Als we deze en andere punten begrijpen, leren we de tekst beter te begrijpen als we hem lezen, begrijpen we een rode draad, herkennen we dat er een verhaal wordt verteld, een zorg wordt uitgelegd. Letterlijkheid alleen is immers geen garantie voor een beter begrip – integendeel! Blinde letterlijkheid miskent taal en context.
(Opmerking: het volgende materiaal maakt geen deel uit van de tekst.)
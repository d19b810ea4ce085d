//! Words of a cell that name another quantity, organism or medium than its column asks for.
//!
//! A number beside such words does not stand for the column, however well it reads. The patterns look at folded words, in
//! English, German, French, Spanish, Italian, Dutch, Japanese and Chinese.

use std::sync::LazyLock;

use regex::Regex;

use super::pattern::{fixed, fixed_by_parts};
use super::remark::folded;
use crate::quantity::Dimension;
use crate::substance::{Compartment, Property};

/// What in the text of a cell speaks against its column, as far as words can tell.
pub(super) fn named_against(property: Property, header: &str, text: &str) -> Option<String> {
    if !text.contains(char::is_alphabetic) {
        return None;
    }
    let plain = folded(text);
    let found = match property {
        Property::LogKow => {
            first(&plain, &[&LOG_D, &LOG_KOA, &KOC, &BCF, &BAF, &BMF]).or_else(|| ionised(&plain))
        }
        Property::LogKoa => first(&plain, &[&LOG_D, &KOC]),
        Property::LogD => first(&plain, &[&LOG_KOA, &KOC]),
        Property::Bcf => first(&plain, &[&BAF, &BMF, &BSAF, &TMF, &TERRESTRIAL, &PLANT, &DRY_WEIGHT]),
        Property::Baf => first(&plain, &[&BCF, &BMF, &BSAF, &TMF, &TERRESTRIAL, &DRY_WEIGHT]),
        Property::Koc => first(&plain, &[&LOG_KOA, &BCF, &BAF]),
        Property::Bmf => first(&plain, &[&BCF, &BAF, &BSAF, &TMF]),
        Property::Tmf => first(&plain, &[&BCF, &BAF, &BSAF, &BMF]),
        Property::LongTermToxicity => first(&plain, &[&TERRESTRIAL, &ROUTE])
            .or_else(|| other_effect(&plain))
            .or_else(|| short_test(header, &plain)),
        Property::AcuteToxicity => first(&plain, &[&TERRESTRIAL, &ROUTE]),
        Property::HalfLife(compartment) => in_another_medium(compartment, &plain),
        Property::WaterSolubility
        | Property::MeltingPoint
        | Property::BoilingPoint
        | Property::VapourPressure
        | Property::HenryConstant
        | Property::PkaAcid
        | Property::PkaBase
        | Property::HydrolysisHalfLife
        | Property::PhotolysisHalfLife
        | Property::DissipationHalfLife
        | Property::MolarMass => None,
    };
    // `> water solubility (0.5 mg/L)`: with a sign before it, the name is that of a bound.
    let is_bound = text.trim_start().starts_with(['<', '>', '≤', '≥', '＜', '＞']);
    let lead = || if is_bound { None } else { named_first(property, &plain) };
    found.or_else(lead).map(str::to_owned)
}

/// Whether remarks beside a value that is no logarithm say that it is one, or give a logarithm that does not fit it.
pub(super) fn says_logarithm(remarks: &[String], value: Option<f64>) -> bool {
    static LOGARITHM: LazyLock<Regex> = LazyLock::new(|| {
        fixed(r"\b(?:log|lg)(?:10)? ?(?:k ?oc|bcf|baf|bmf|tmf)\b\D{0,4}(-?\d+(?:[.,]\d+)?)?")
    });
    const ROUNDED_BY: f64 = 0.1;
    remarks.iter().any(|remark| {
        let lower = remark.to_lowercase();
        LOGARITHM.captures(&lower).is_some_and(|found| {
            let beside =
                found.get(1).and_then(|number| number.as_str().replace(',', ".").parse::<f64>().ok());
            let fits =
                beside.zip(value).is_some_and(|(log, value)| (value.log10() - log).abs() <= ROUNDED_BY);
            !fits
        })
    })
}

/// Whether a remark names the log Kow, which may be what was measured where another value is asked for.
pub(super) fn names_log_kow(remarks: &[String]) -> bool {
    static LOG_KOW: LazyLock<Regex> =
        LazyLock::new(|| fixed(r"\b(?:log|lg) ?(?:k ?ow|p ?ow|p)\b|\bk ?ow\b|\bp ?ow\b"));
    remarks.iter().any(|remark| LOG_KOW.is_match(&folded(remark)))
}

fn first<'text>(plain: &'text str, patterns: &[&LazyLock<Regex>]) -> Option<&'text str> {
    patterns.iter().find_map(|pattern| pattern.find(plain)).map(|found| found.as_str().trim())
}

static LOG_D: LazyLock<Regex> = LazyLock::new(|| {
    fixed(
        r"\b(?:log|lg) ?d(?: ?ow| ?oct\w*)?\b|\bd ?ow\b|\bdistribution (?:ratio|coefficient)\b|分布比|分配比",
    )
});
static LOG_KOA: LazyLock<Regex> = LazyLock::new(|| {
    fixed(r"\b(?:log ?|lg ?)?k ?oa\b|\b(?:log ?|lg ?)k ?aw\b|\boctanol (?:air|luft)\b|\boktanol luft\b")
});
static KOC: LazyLock<Regex> = LazyLock::new(|| fixed(r"\b(?:log ?|lg ?)?k ?oc\b|\b(?:log ?|lg ?)kd\b"));
static BCF: LazyLock<Regex> = LazyLock::new(|| fixed(r"\b(?:log ?|lg ?)?bcf\w{0,2}\b"));
static BAF: LazyLock<Regex> = LazyLock::new(|| fixed(r"\b(?:log ?|lg ?)?baf\b"));
static BMF: LazyLock<Regex> = LazyLock::new(|| {
    fixed(r"\b(?:log ?|lg ?)?bmf\b|\bbiomagnif\w*|\bbiomagnificat\w*|生物拡大|経口濃縮|生物放大")
});
static BSAF: LazyLock<Regex> = LazyLock::new(|| fixed(r"\b(?:log ?|lg ?)?bsaf\b|\bbiota sediment\b"));
static TMF: LazyLock<Regex> = LazyLock::new(|| fixed(r"\b(?:log ?|lg ?)?tmf\b|\btrophic magnif\w*"));

/// Whose name a pattern is.
type IsNamed = fn(Property) -> bool;

/// The name of another value at the beginning, or as the only words behind a number: `log Kow 3` in a column of BCF.
fn named_first(property: Property, plain: &str) -> Option<&str> {
    static NAMES: LazyLock<Vec<(IsNamed, Regex)>> = LazyLock::new(|| {
        let names: [(IsNamed, &str); 9] = [
            (
                |property| property == Property::LogKow,
                r"(?:log10|log|lg) ?p|(?:(?:log10|log|lg) ?)?(?:k ?ow|p ?ow)",
            ),
            (|property| matches!(property, Property::PkaAcid | Property::PkaBase), r"pk[ab]\d?"),
            (|property| property == Property::Koc, r"(?:(?:log|lg) ?)?k ?oc"),
            (|property| matches!(property, Property::Bcf | Property::Baf), r"(?:(?:log|lg) ?)?(?:bcf|baf)"),
            (
                |property| property.dimension() == Dimension::Time,
                r"dt ?50|degt ?50|half ?life|t ?1 2|halbwertszeit|hwz|demi vie|vida media|emivita|halfwaardetijd|半減期|半衰期",
            ),
            (
                |property| property == Property::WaterSolubility,
                r"(?:water )?solubility|(?:wasser)?loslichkeit|solubilite|solubilidad|solubilita|oplosbaarheid|ws|溶解度",
            ),
            (
                |property| property == Property::VapourPressure,
                r"vp|vapou?r pressure|dampfdruck|蒸気圧|蒸气压",
            ),
            (
                |property| matches!(property, Property::LongTermToxicity | Property::AcuteToxicity),
                r"noec|noel|loec|e[rbcy]?c ?(?:10|20|50)|l[cd] ?50|ic ?50",
            ),
            (
                |property| {
                    matches!(property, Property::MeltingPoint | Property::BoilingPoint | Property::MolarMass)
                },
                r"mp|bp|mw|smp|sdp|kp|schmp|melting point|boiling point|schmelzpunkt|siedepunkt|molar mass|molmasse|molecular weight",
            ),
        ];
        let pattern = |names: &str| {
            format!(r"^(?:measured |exp |calc )?(?:{names})\b|^[\d ]+(?:l kg |mg l )?(?:{names})$")
        };
        names.into_iter().map(|(own, names)| (own, fixed_by_parts(&pattern(names)))).collect()
    });
    let others = NAMES.iter().filter(|(own, _)| !own(property));
    others.filter_map(|(_, names)| names.find(plain)).map(|found| found.as_str().trim()).next()
}

/// Animals of the land, whatever the route.
static TERRESTRIAL: LazyLock<Regex> = LazyLock::new(|| {
    fixed(concat!(
        r"\b(?:rats?|ratten?|mouse|mice|maus|mause|muis|muizen|souris|raton(?:es)?|rat[ao]|ratas|ratt[oi]|top[oi]|rabbits?|kaninchen|",
        r"lapins?|conejos?|conigli[oi]?|konijn(?:en)?|dogs?|hund|hunde|mammals?|mammalian|saugetiere?|saugern?|mammiferes?|mamiferos?|",
        r"mammiferi|zoogdier(?:en)?|humans?|mensch\w*|earthworms?|regenwurm\w*|vers? de terre|lombri\w*|regenworm\w*|eisenia|lumbric\w*|",
        r"enchytrae\w*|collembol\w*|springtails?|folsomia|terrestrial|terrestrisch\w*|terrestres?|terrestri|landpflanzen?|",
        r"bees?|honeybees?|bienen?|honigbienen?|abeilles?|abejas?|ap[ei]|bijen?|apis|birds?|vogel\w*|oiseaux?|aves?|pajaros?|",
        r"uccell[oi]|avian|quails?|wachtel\w*|colinus|ducks?)\b|ラット|マウス|ウサギ|ミミズ|ミツバチ|鳥類|哺乳|大鼠|小鼠|家兔|蚯蚓|蜜蜂|鸟类|哺乳"
    ))
});
/// Aquatic and other plants, whose uptake is no bioconcentration in animals.
static PLANT: LazyLock<Regex> = LazyLock::new(|| {
    fixed(concat!(
        r"\b(?:plants?|pflanzen?|plantes?|plantas?|piant[ae]|planten|lemna|duckweed|wasserlinsen?|macrophyt\w*|makrophyt\w*|",
        r"algae?|algal|algen?|grunalgen?|algues?|algas?|alghe|chlorella|scenedesmus|pseudokirchneriella|raphidocelis|desmodesmus)\b|",
        r"植物|藻"
    ))
});
static DRY_WEIGHT: LazyLock<Regex> = LazyLock::new(|| {
    fixed(concat!(
        r"\b(?:dry (?:weight|wt|mass|basis)|dw|dwt|trockengewicht\w*|trockenmasse|poids sec|masse seche|peso seco|peso secco|",
        r"droog ?gewicht|drooggewicht)\b|乾燥重量|乾重|干重"
    ))
});
static ROUTE: LazyLock<Regex> = LazyLock::new(|| {
    fixed(concat!(
        r"\b(?:oral|oraal|orale[rs]?|orally|gavage|dermal\w*|inhalation\w*|inhalativ\w*|inhalatie|inalazione|inhalacion|dietary|",
        r"soil|boden|suelo|suolo|bodem)\b|経口|経皮|吸入|经口|经皮|土壌|土壤"
    ))
});

/// Words for ions, unless they are denied: log Kow is of the neutral form.
fn ionised(plain: &str) -> Option<&str> {
    static DENIED: LazyLock<Regex> = LazyLock::new(|| {
        fixed(
            r"\b(?:non|not|un|nicht|no|niet) (?:dis)?(?:ioni\w*|geion\w*|dissoz\w*|dissoc\w*|disoc\w*)|\bneutral\w*|\bneutr[eo]\b|(?:非|未)\S{0,2}(?:解離|イオン|离子|離子|电离)|中性",
        )
    });
    static ION: LazyLock<Regex> = LazyLock::new(|| {
        fixed(concat!(
            r"\b(?:anion\w*|[ck]ation\w*|catione?s?|zwitterion\w*|ionised|ionized|ionisiert\w*|ionisee?s?|ionizad[ao]s?|ionizzat[oa]|",
            r"geioniseerd\w*|dissoziiert\w*|dissociated|dissociee?|disociad[ao]|dissociat[oa]|gedissocieerd\w*)\b|",
            r"陰イオン|陽イオン|イオン化|イオン形|解離形|解離型|阴离子|阳离子|离子形|离子态|电离"
        ))
    });
    if DENIED.is_match(plain) { None } else { first(plain, &[&ION]) }
}

/// Effects that are no NOEC or EC10; with a number of their own behind them they are another value beside it.
fn other_effect(plain: &str) -> Option<&str> {
    static EFFECT: LazyLock<Regex> =
        LazyLock::new(|| fixed(r"\b(?:loec|loel|loael|e[rbcy]?c ?(?:20|25|30)|ic ?(?:20|25))\b"));
    EFFECT.find_iter(plain).find_map(|found| {
        let after = plain
            .get(found.end()..)
            .unwrap_or_default()
            .trim_start_matches([' ', '=', ':', '<', '>', '≤', '≥']);
        let has_number = after.starts_with(|first: char| first.is_ascii_digit());
        (!has_number).then_some(found.as_str())
    })
}

/// A test of up to four days is long only for algae.
fn short_test<'text>(header: &str, plain: &'text str) -> Option<&'text str> {
    static HOURS: LazyLock<Regex> = LazyLock::new(|| {
        fixed(
            r"\b(?:24|48|96) ?(?:h|hrs?|hours?|std|stunden|heures?|horas?|ore|uur|uren)\b|\b(?:24|48|96) ?(?:時間|小时|小時)",
        )
    });
    static ALGAE: LazyLock<Regex> = LazyLock::new(|| {
        fixed(
            r"\b(?:alga\w*|algen?|algues?|alghe|grunalgen?|pseudokirch\w*|raphidocelis|desmodesmus|scenedesmus|chlorella|skeletonema|diatom\w*|oecd ?(?:tg ?)?201)\b|藻",
        )
    });
    let of_algae = ALGAE.is_match(plain) || ALGAE.is_match(&folded(header));
    if of_algae { None } else { first(plain, &[&HOURS]) }
}

static SOIL: LazyLock<Regex> = LazyLock::new(|| {
    fixed(r"\b(?:soils?|boden|bodens|boeden|sols?|suelos?|suol[oi]|bodem|grond|oecd (?:tg )?307)\b|土壌|土壤")
});
static SEDIMENT: LazyLock<Regex> = LazyLock::new(|| fixed(r"\bsediment\w*|底質|堆積物|沉积物|沉積物|底泥"));
static WATER: LazyLock<Regex> = LazyLock::new(|| {
    fixed(concat!(
        r"\b(?:water|waters|freshwater|seawater|surface water|groundwater|wasser|susswasser|meerwasser|oberflachenwasser|grundwasser|",
        r"eaux?|aguas?|acqua|acque|zoetwater|zeewater|oppervlaktewater|grondwater|river|fluss|pond|lake|oecd (?:tg )?309)\b|",
        r"水中|海水|淡水|河川水|地表水|地下水|水体|^水$"
    ))
});
static AIR: LazyLock<Regex> = LazyLock::new(|| {
    fixed(r"\b(?:air|luft|aire|aria|lucht|atmospher\w*|atmosphar\w*|atmosfer\w*)\b|大気|空気|空气|大气")
});
static MARINE: LazyLock<Regex> = LazyLock::new(|| {
    fixed(
        r"\b(?:marine\w*|seawater|sea water|saltwater|salt water|meerwasser|marin\w*|salzwasser|eau de mer|agua de mar|acqua di mare|zeewater|mariene?)\b|海水|海洋",
    )
});
static FRESH: LazyLock<Regex> = LazyLock::new(|| {
    fixed(
        r"\b(?:freshwater|fresh water|susswasser|eau douce|agua dulce|acqua dolce|zoetwater|zoet water|river|fluss|lake|pond)\b|淡水|河川",
    )
});
static BODY: LazyLock<Regex> = LazyLock::new(|| {
    fixed(concat!(
        r"\b(?:plasma|plasmatique|plasmatic[oa]|blood|blut|serum|sang|sangre|sangue|siero|suero|bloed|liver|leber|urine|urin|",
        r"fish|fische?n?|poissons?|pez|peces|pescados?|pesc[ei]|vis|vissen|depuration|biological half life)\b|",
        r"血中|血漿|血液|血浆|血清|魚|鱼|尿"
    ))
});
static STERILE: LazyLock<Regex> = LazyLock::new(|| {
    fixed(
        r"\b(?:steril\w*|abioti[csq]\w*|abiotisch\w*|autoclav\w*|autoklav\w*|gesteriliseerd\w*)\b|滅菌|無菌|非生物|灭菌|无菌",
    )
});
static ANAEROBIC: LazyLock<Regex> = LazyLock::new(|| {
    fixed(r"\b(?:anaerob\w*|anoxi\w*|anoxisch\w*|anaeroob|anaerobe)\b|嫌気|厌氧|厭氧|无氧|無氧")
});
static AEROBIC: LazyLock<Regex> = LazyLock::new(|| fixed(r"\b(?:aerob\w*|aeroob)\b|好気|好氧|有氧"));

/// Words that hold the name of a compartment and mean none, and denials of what is looked for.
static NO_COMPARTMENT: LazyLock<Regex> = LazyLock::new(|| {
    fixed(concat!(
        r"\bwater (?:holding|content|capacity|saturat\w*)(?: capacity)?|\bmaximum water\b|\b(?:air|luft) ?(?:dried|dry|getrocknet\w*)|",
        r"\b(?:non|not|un|nicht|no|niet) ?steril\w*|\bunsteril\w*|\bwater sediment\b|\bsediment water\b|\bwasser sediment\b|",
        r"\beau sediment\b|\bagua sedimento\b|\bacqua sedimento\b|未滅菌|非滅菌|非灭菌|水 ?/? ?底質|水 ?/? ?沉积物"
    ))
});

/// Another compartment, a body, or a test in which nothing alive could degrade the substance.
fn in_another_medium(compartment: Compartment, plain: &str) -> Option<&'static str> {
    let plain = NO_COMPARTMENT.replace_all(plain, " ");
    let has = |pattern: &LazyLock<Regex>| pattern.is_match(&plain);
    let (soil, sediment, air) = (has(&SOIL), has(&SEDIMENT), has(&AIR));
    let water = has(&WATER) && !sediment;
    let (marine, fresh) = (has(&MARINE) && !has(&FRESH), has(&FRESH) && !has(&MARINE));
    let elsewhere = match compartment {
        Compartment::Soil => [(sediment, "sediment"), (water, "water"), (air, "air"), (marine, "the sea")],
        Compartment::FreshSediment => [(soil, "soil"), (water, "water"), (air, "air"), (marine, "the sea")],
        Compartment::MarineSediment => {
            [(soil, "soil"), (water && !marine, "water"), (air, "air"), (fresh, "fresh water")]
        }
        Compartment::Sediment => [(soil, "soil"), (water, "water"), (air, "air"), (false, "")],
        Compartment::FreshWater => {
            [(soil, "soil"), (sediment, "sediment"), (air, "air"), (marine, "the sea")]
        }
        Compartment::MarineWater => {
            [(soil, "soil"), (sediment, "sediment"), (air, "air"), (fresh, "fresh water")]
        }
        Compartment::Water => [(soil, "soil"), (sediment, "sediment"), (air, "air"), (false, "")],
        Compartment::Air => [(soil, "soil"), (sediment, "sediment"), (water, "water"), (false, "")],
    };
    let in_air = compartment == Compartment::Air;
    let in_sediment = matches!(
        compartment,
        Compartment::FreshSediment | Compartment::MarineSediment | Compartment::Sediment
    );
    let anaerobic = !in_air && !in_sediment && has(&ANAEROBIC) && !has(&AEROBIC);
    elsewhere
        .into_iter()
        .chain([
            (has(&BODY) || has(&TERRESTRIAL), "a body"),
            (!in_air && has(&STERILE), "a sterile test"),
            (anaerobic, "an anaerobic test"),
        ])
        .find_map(|(named, what)| named.then_some(what))
}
De Bijbel is geschreven in een taal, met woorden en voorbeelden uit het dagelijks leven van 2000-3500 jaar geleden. Is het Gods woord? Ja, maar het is ook het woord van de mens, namelijk Gods uitspraken in een vorm die wij kunnen begrijpen, gesproken en geschreven door mensen. We moeten dat vervagen, niet uitfaden.

In het volgende artikel over dit onderwerp zullen we een aantal bijbelpassages nader bekijken die worden aangehaald als rechtvaardiging voor mondelinge inspiratie.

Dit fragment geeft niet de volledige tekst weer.